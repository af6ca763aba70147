package anatomy

import (
	"fmt"
	"math"
	"os"
	"regexp"
	"strconv"
	"strings"
	"testing"

	"github.com/stretchr/testify/require"

	"cordwalk.example/cordwalk/exam"
)

// table reads a tab-separated file of testdata; each file names its source in its head.
func table(t *testing.T, name string) [][]string {
	t.Helper()
	b, err := os.ReadFile("testdata/" + name)
	require.NoError(t, err)
	var out [][]string
	for _, line := range strings.Split(strings.TrimSpace(string(b)), "\n") {
		if !strings.HasPrefix(line, "#") {
			out = append(out, strings.Split(line, "\t"))
		}
	}
	require.NotEmpty(t, out)
	return out
}

var token = regexp.MustCompile(`\*\*|\(|\)|(Cd|[CTLS])(\d+)(?:–(Cd|[CTLS])(\d+))?`)

// origin reads «(C6), C7, **C8**, T1, (T2)» into main, contributing and occasional, by a
// way of its own, not by the package's.
func origin(text string) map[string]string {
	out := map[string]string{}
	bold, paren := false, false
	for _, m := range token.FindAllStringSubmatch(text, -1) {
		switch m[0] {
		case "**":
			bold = !bold
		case "(":
			paren = true
		case ")":
			paren = false
		default:
			class := "contributing"
			if bold {
				class = "main"
			} else if paren {
				class = "occasional"
			}
			for _, name := range run(m) {
				out[name] = class
			}
		}
	}
	return out
}

// run spells out C8–T1 as C8, T1 in the dog's order.
func run(m []string) []string {
	from := m[1] + m[2]
	if m[3] == "" {
		return []string{from}
	}
	to := m[3] + m[4]
	var out []string
	on := false
	for _, r := range []struct {
		name  string
		count int
	}{{"C", 8}, {"T", 13}, {"L", 7}, {"S", 3}, {"Cd", 5}} {
		for n := 1; n <= r.count; n++ {
			name := r.name + strconv.Itoa(n)
			on = on || name == from
			if on {
				out = append(out, name)
			}
			if name == to {
				on = false
			}
		}
	}
	return out
}

// classes turns the package's weights back into words.
func classes(ws []Weight) map[string]string {
	out := map[string]string{}
	for _, w := range ws {
		switch {
		case w.Weight >= 0.75:
			out[w.Segment.String()] = "main"
		case w.Weight > 0.25:
			out[w.Segment.String()] = "contributing"
		default:
			out[w.Segment.String()] = "occasional"
		}
	}
	return out
}

func nerveNamed(t *testing.T, name string) NerveInfo {
	t.Helper()
	name = strings.TrimSuffix(name, " (peroneal)")
	for _, n := range Nerves() {
		if n.String() == name {
			info, err := InfoOf(exam.Dog, n)
			require.NoError(t, err)
			return info
		}
	}
	t.Fatalf("no nerve %q", name)
	return NerveInfo{}
}

func TestNervesOfTheDog(t *testing.T) {
	seen := 0
	for _, row := range table(t, "nerves.tsv") {
		name, text := row[0], row[1]
		t.Run(name, func(t *testing.T) {
			switch name {
			case "cranial / caudal pectoral":
				require.Equal(t, origin("C6–C8"), classes(nerveNamed(t, "cranial pectoral").Roots))
				require.Equal(t, origin("C8–T2"), classes(nerveNamed(t, "caudal pectoral").Roots))
				seen += 2
				return
			case "saphenous":
				require.Equal(t, nerveNamed(t, "femoral").Roots, nerveNamed(t, name).Roots)
			case "genitofemoral":
				require.Equal(t, []Weight{{NewSegment(exam.RegionL, 3), 0.33}, {NewSegment(exam.RegionL, 4), 1}}, nerveNamed(t, name).Roots, "L3 in the median third of the sides")
			case "hypogastric":
				require.Equal(t, origin("L1–L4"), classes(nerveNamed(t, name).Roots))
				cat, err := InfoOf(exam.Cat, Hypogastric)
				require.NoError(t, err)
				require.Equal(t, origin("L2–L5"), classes(cat.Roots))
			case "pudendal", "pelvic": // counted: see TestCountedPlexus; main segments as named
				got := classes(nerveNamed(t, name).Roots)
				for seg, class := range origin(text) {
					if class == "main" {
						require.Equal(t, "main", got[seg], seg)
					} else {
						require.NotEqual(t, "main", got[seg], seg)
						require.Contains(t, got, seg)
					}
				}
			default:
				require.Equal(t, origin(text), classes(nerveNamed(t, name).Roots))
			}
			seen++
		})
	}
	require.Equal(t, len(Nerves()), seen, "every nerve of the package stands in the table")
	for _, n := range Nerves() {
		for _, s := range []exam.Species{exam.Dog, exam.Cat} {
			info, err := InfoOf(s, n)
			require.NoError(t, err)
			require.NotEmpty(t, info.Source, n.String())
			require.NotEmpty(t, info.Loss+info.Skin)
		}
	}
}

// Gomez-Amaya et al. 2015: the counted shares are used as they are.
func TestCountedPlexus(t *testing.T) {
	for _, row := range table(t, "plexus-counts.tsv") {
		info := nerveNamed(t, row[0])
		require.True(t, info.Counted)
		for i, seg := range []string{"L7", "S1", "S2", "S3", "Cd1"} {
			m := regexp.MustCompile(`^(\d+)/(\d+)`).FindStringSubmatch(row[i+1])
			k, _ := strconv.ParseFloat(m[1], 64)
			n, _ := strconv.ParseFloat(m[2], 64)
			s, err := ParseSegment(seg, exam.Dog)
			require.NoError(t, err)
			require.InDelta(t, k/n, Share(info.Roots, s), 0.005, "%s %s", row[0], seg)
		}
	}
}

// TA-GM-14, 14 dogs: most fibres of the cranial tibial muscle through L6 in 11; gastrocnemius L7 and S1 in 10.
func TestCountedCruralMuscles(t *testing.T) {
	ct := ArcOf(exam.Dog, exam.MassCranialTibial, exam.Left)
	l := func(n int) Segment { return NewSegment(exam.RegionL, n) }
	require.Greater(t, Share(ct, l(6)), Share(ct, l(7)))
	require.Greater(t, Share(ct, l(7)), Share(ct, l(5)))
	require.InDelta(t, 1.0/14, Share(ct, l(5)), 0.005, "L5 alone in one dog")
	gm := ArcOf(exam.Dog, exam.MassGastrocnemius, exam.Left)
	require.InDelta(t, 1, Share(gm, l(7)), 1e-9, "L7 among those with most fibres in all 14")
	require.Greater(t, Share(gm, NewSegment(exam.RegionS, 1)), Share(gm, l(6)))
	require.Greater(t, Share(gm, l(6)), Share(gm, l(5)))
}
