package change_test

import (
	"bytes"
	"crypto/cipher"
	"crypto/sha256"
	"errors"
	"io"
	"math/rand/v2"
	"testing"
	"testing/iotest"
	"time"

	"github.com/stretchr/testify/require"
	"pgregory.net/rapid"

	"cordwalk.example/cordwalk/exam"
	"cordwalk.example/cordwalk/sync/change"
)

// keys is a set of frame keys by epoch, each made from the epoch's number.
type keys []uint32

func (k keys) Frames(epoch uint32) (cipher.AEAD, bool) {
	for _, e := range k {
		if e == epoch {
			sum := sha256.Sum256([]byte{byte(e)})
			a, err := change.NewAEAD(sum[:])
			return a, err == nil
		}
	}
	return nil, false
}

// keyring has one epoch and keeps its cipher, as the program's keys do.
var keyring = func() change.Keys {
	a, _ := keys{1}.Frames(1)
	return fixed{a}
}()

type fixed struct{ aead cipher.AEAD }

func (f fixed) Frames(epoch uint32) (cipher.AEAD, bool) { return f.aead, epoch == 1 }

var stream = change.Stream{Device: change.Incarnation{1, 2, 3}, Site: change.Site{4, 5, 6}}

func genID() *rapid.Generator[change.ID] {
	return rapid.Custom(func(t *rapid.T) change.ID {
		id := change.ID(rapid.SliceOfN(rapid.Byte(), 16, 16).Draw(t, "id"))
		id[0] |= 1
		return id
	})
}

func genIDs(t *rapid.T, name string, not change.ID) []change.ID {
	var out []change.ID
	for _, id := range rapid.SliceOfNDistinct(genID(), 0, 5, rapid.ID[change.ID]).Draw(t, name) {
		if id != not {
			out = append(out, id)
		}
	}
	for i := range out {
		for j := i; j > 0 && out[j].Compare(out[j-1]) < 0; j-- {
			out[j], out[j-1] = out[j-1], out[j]
		}
	}
	return out
}

func genBatch() *rapid.Generator[change.Batch] {
	return rapid.Custom(func(t *rapid.T) change.Batch {
		b := change.Batch{Stream: stream, First: rapid.Uint64Range(1, 1<<62).Draw(t, "first"), Examiner: rapid.StringN(0, 40, 200).Draw(t, "examiner")}
		for i := range rapid.IntRange(1, 6).Draw(t, "changes") {
			c := change.Change{
				Stream: stream, Seq: b.First + uint64(i), Examiner: b.Examiner,
				ID: genID().Draw(t, "id"), Time: change.HLC(rapid.Uint64().Draw(t, "time")),
				Kind: change.Kind(rapid.Uint16Range(1, 65535).Draw(t, "kind")), Field: rapid.StringN(1, 30, 100).Draw(t, "field"),
				Patient: exam.ID(genID().Draw(t, "patient")), Record: exam.ID(genID().Draw(t, "record")),
				Act: change.Act(rapid.Uint8().Draw(t, "act")), Reason: rapid.StringN(1, 30, 100).Draw(t, "reason"),
				Before: rapid.Uint64().Draw(t, "before"),
			}
			if v := rapid.SliceOfN(rapid.Byte(), 0, 300).Draw(t, "value"); len(v) > 0 {
				c.Value = v
			}
			c.Supersedes = genIDs(t, "supersedes", c.ID)
			c.Seen = genIDs(t, "seen", change.ID{})
			b.Changes = append(b.Changes, c)
		}
		return b
	})
}

func TestBatchRoundTrip(t *testing.T) {
	rapid.Check(t, func(t *rapid.T) {
		b := genBatch().Draw(t, "batch")
		data, err := change.EncodeBatch(b)
		require.NoError(t, err)
		got, err := change.DecodeBatch(data, b.Stream, b.First, change.Minor)
		require.NoError(t, err)
		require.Equal(t, b, got)
		for _, c := range b.Changes {
			data, err := change.Marshal(c)
			require.NoError(t, err)
			got, err := change.Unmarshal(data)
			require.NoError(t, err)
			require.Equal(t, c, got)
		}
	})
}

func TestFrameRoundTrip(t *testing.T) {
	rapid.Check(t, func(t *rapid.T) {
		b := genBatch().Draw(t, "batch")
		var prev change.Hash
		if b.First > 1 {
			prev = change.Hash{1}
		}
		f, err := change.Seal(b, prev, 7, keys{7})
		require.NoError(t, err)
		again, err := change.ParseFrame(append(bytes.Clone(f.Raw), "more"...))
		require.NoError(t, err)
		require.Equal(t, f, again)
		got, err := change.Open(again, keys{7})
		require.NoError(t, err)
		require.Equal(t, b, got)

		_, err = change.Open(f, keys{8})
		require.ErrorIs(t, err, change.ErrNoKey)

		// Any flipped bit is noticed: in the header by its checksum, in the body by the seal.
		at := rapid.IntRange(0, len(f.Raw)*8-1).Draw(t, "bit")
		bad := bytes.Clone(f.Raw)
		bad[at/8] ^= 1 << (at % 8)
		if f, err := change.ParseFrame(bad); err == nil {
			_, err = change.Open(f, keys{7})
			require.ErrorIs(t, err, change.ErrSealed)
		} else {
			require.ErrorIs(t, err, change.ErrMalformed)
		}
		// So is every cut.
		_, err = change.ParseFrame(f.Raw[:rapid.IntRange(0, len(f.Raw)-1).Draw(t, "cut")])
		require.ErrorIs(t, err, change.ErrCut)
	})
}

// TestOpenerOpensTheSame: batches of one Opener stand side by side until Reset, and what its memory held
// before does not show.
func TestOpenerOpensTheSame(t *testing.T) {
	var o change.Opener
	rapid.Check(t, func(t *rapid.T) {
		o.Reset()
		var want, got []change.Batch
		for range rapid.IntRange(1, 20).Draw(t, "frames") {
			batch := genBatch().Draw(t, "batch")
			var prev change.Hash
			if batch.First > 1 {
				prev = change.Hash{1}
			}
			f, err := change.Seal(batch, prev, 7, keys{7})
			require.NoError(t, err)
			b, err := change.Open(f, keys{7})
			require.NoError(t, err)
			want = append(want, b)
			_, err = o.Open(f, keys{8})
			require.ErrorIs(t, err, change.ErrNoKey)
			b, err = o.Open(f, keys{7})
			require.NoError(t, err)
			got = append(got, b)
		}
		require.Equal(t, want, got)
	})
}

// journal makes n chained frames of one change each.
func journal(t testing.TB, n int) (frames []change.Frame, data []byte) {
	var prev change.Hash
	for i := range n {
		b := change.Batch{Stream: stream, First: uint64(i + 1), Examiner: "R. Okafor", Changes: []change.Change{{
			ID: change.NewID(), Time: change.HLCAt(time.Now()), Kind: change.KindVisit, Field: "note", Value: bytes.Repeat([]byte{0x41}, i%50+1),
		}}}
		f, err := change.Seal(b, prev, 1, keys{1})
		require.NoError(t, err)
		prev = f.Hash()
		frames, data = append(frames, f), append(data, f.Raw...)
	}
	return frames, data
}

func scan(t testing.TB, r io.Reader) (frames []change.Frame, damaged int64) {
	s := change.NewScanner(r, 0)
	var at int64
	for {
		p, err := s.Next()
		if errors.Is(err, io.EOF) {
			return frames, damaged
		}
		require.NoError(t, err)
		require.Equal(t, at, p.Offset, "pieces must join")
		require.Positive(t, p.Length)
		at += p.Length
		switch {
		case p.Damage == nil:
			require.EqualValues(t, p.Length, len(p.Frame.Raw))
			frames = append(frames, p.Frame)
		case !p.Blank:
			damaged += p.Length
		}
	}
}

func TestScanFindsAll(t *testing.T) {
	frames, data := journal(t, 200)
	blank := append(bytes.Clone(data), make([]byte, 200_000)...)
	for name, r := range map[string]io.Reader{
		"whole": bytes.NewReader(data), "preallocated": bytes.NewReader(blank), "bytewise": iotest.OneByteReader(bytes.NewReader(data)),
		"error with data": iotest.DataErrReader(bytes.NewReader(data)),
	} {
		t.Run(name, func(t *testing.T) {
			got, damaged := scan(t, r)
			require.Zero(t, damaged)
			require.Equal(t, frames, got)
		})
	}
}

// One fault costs at most the frame it hits, and the one behind it where a cut reaches into it.
func TestScanAfterFaults(t *testing.T) {
	seed := rand.Uint64()
	t.Logf("seed %d", seed)
	rng := rand.New(rand.NewPCG(seed, 1))
	frames, data := journal(t, 60)
	rounds := 300
	for range rounds {
		bad := bytes.Clone(data)
		lost := 1
		switch rng.IntN(4) {
		case 0: // a bit flips
			at := rng.IntN(len(bad))
			bad[at] ^= 1 << rng.IntN(8)
		case 1: // bytes are missing, at most a frame's header
			at := rng.IntN(len(bad) - 50)
			bad = append(bad[:at], bad[at+1+rng.IntN(50):]...)
			lost = 2
		case 2: // bytes were put in
			at := rng.IntN(len(bad))
			junk := make([]byte, 1+rng.IntN(300))
			for i := range junk {
				junk[i] = byte(rng.Uint32())
			}
			bad = append(bad[:at:at], append(junk, bad[at:]...)...)
		case 3: // the end is cut
			at := rng.IntN(len(bad))
			bad = bad[:at]
			lost = len(frames)
		}
		got, _ := scan(t, bytes.NewReader(bad))
		good := map[change.Hash]bool{}
		for _, f := range got {
			if _, err := change.Open(f, keys{1}); err == nil {
				good[f.Hash()] = true
			}
		}
		missing := 0
		for i, f := range frames {
			if !good[f.Hash()] {
				missing++
				if lost == len(frames) {
					// after a cut, everything before it must be there
					end := 0
					for _, g := range frames[:i+1] {
						end += len(g.Raw)
					}
					require.Greater(t, end, len(bad), "frame %d lies before the cut", i)
				}
			}
		}
		require.LessOrEqual(t, missing, lost)
		require.LessOrEqual(t, len(good), len(frames))
	}
}

func TestReaderErrorIsReported(t *testing.T) {
	_, data := journal(t, 3)
	s := change.NewScanner(io.MultiReader(bytes.NewReader(data), iotest.ErrReader(errors.New("the stick was pulled"))), 0)
	var err error
	for err == nil {
		_, err = s.Next()
	}
	require.EqualError(t, err, "the stick was pulled")
}

func TestValidate(t *testing.T) {
	good := change.Change{ID: change.NewID(), Kind: change.KindVisit, Field: "note"}
	require.NoError(t, good.Validate())
	for name, spoil := range map[string]func(*change.Change){
		"no id":            func(c *change.Change) { c.ID = change.ID{} },
		"no kind":          func(c *change.Change) { c.Kind = 0 },
		"no field":         func(c *change.Change) { c.Field = "" },
		"long field":       func(c *change.Change) { c.Field = string(make([]byte, change.MaxField+1)) },
		"not UTF-8":        func(c *change.Change) { c.Field = "\xff" },
		"long value":       func(c *change.Change) { c.Value = make([]byte, change.MaxValue+1) },
		"no reason":        func(c *change.Change) { c.Act = change.Amend },
		"unordered":        func(c *change.Change) { c.Supersedes = []change.ID{{2}, {1}} },
		"twice":            func(c *change.Change) { c.Seen = []change.ID{{2}, {2}} },
		"supersedes self":  func(c *change.Change) { c.Supersedes = []change.ID{c.ID} },
		"too many to list": func(c *change.Change) { c.Supersedes = make([]change.ID, change.MaxSupersedes+1) },
	} {
		t.Run(name, func(t *testing.T) {
			c := good
			spoil(&c)
			require.ErrorIs(t, c.Validate(), change.ErrMalformed)
			_, err := change.EncodeBatch(change.Batch{Stream: stream, First: 1, Changes: []change.Change{c}})
			require.ErrorIs(t, err, change.ErrMalformed)
		})
	}
}

func TestClockNeverFallsOrRepeats(t *testing.T) {
	rapid.Check(t, func(t *rapid.T) {
		now := time.Date(2026, 3, 2, 10, 0, 0, 0, time.UTC)
		c := change.NewClock(func() time.Time { return now }, 0)
		var last change.HLC
		for range rapid.IntRange(1, 60).Draw(t, "steps") {
			switch rapid.IntRange(0, 2).Draw(t, "step") {
			case 0:
				got := c.Tick()
				if got <= last {
					t.Fatalf("%s after %s", got, last)
				}
				last = got
			case 1:
				now = now.Add(time.Duration(rapid.Int64Range(-int64(900*24*time.Hour), int64(900*24*time.Hour)).Draw(t, "jump")))
			case 2:
				other := change.HLCAt(now.Add(time.Duration(rapid.Int64Range(-int64(72*time.Hour), int64(72*time.Hour)).Draw(t, "other"))))
				adopted := c.Observe(other)
				if adopted == other.Ahead(now) {
					t.Fatalf("%s seen at %s: adopted %v", other, now, adopted)
				}
				if adopted && c.Tick() <= other {
					t.Fatal("an adopted reading must be passed")
				}
				last = c.Last()
			}
		}
	})
}

func TestClockDoesNotGoOnFromAFarFuture(t *testing.T) {
	now := time.Date(2026, 3, 2, 10, 0, 0, 0, time.UTC)
	at := func() time.Time { return now }
	require.Less(t, change.NewClock(at, change.HLCAt(now.Add(48*time.Hour))).Tick().Time(), now.Add(time.Hour))
	near := change.HLCAt(now.Add(23 * time.Hour))
	require.Equal(t, near+1, change.NewClock(at, near).Tick())
}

▶ _DIRECTIONS_
Within the data, count the lines that hold the word "table". Answer with the figure and nothing more.

▶ _COMPLETED TASK_
5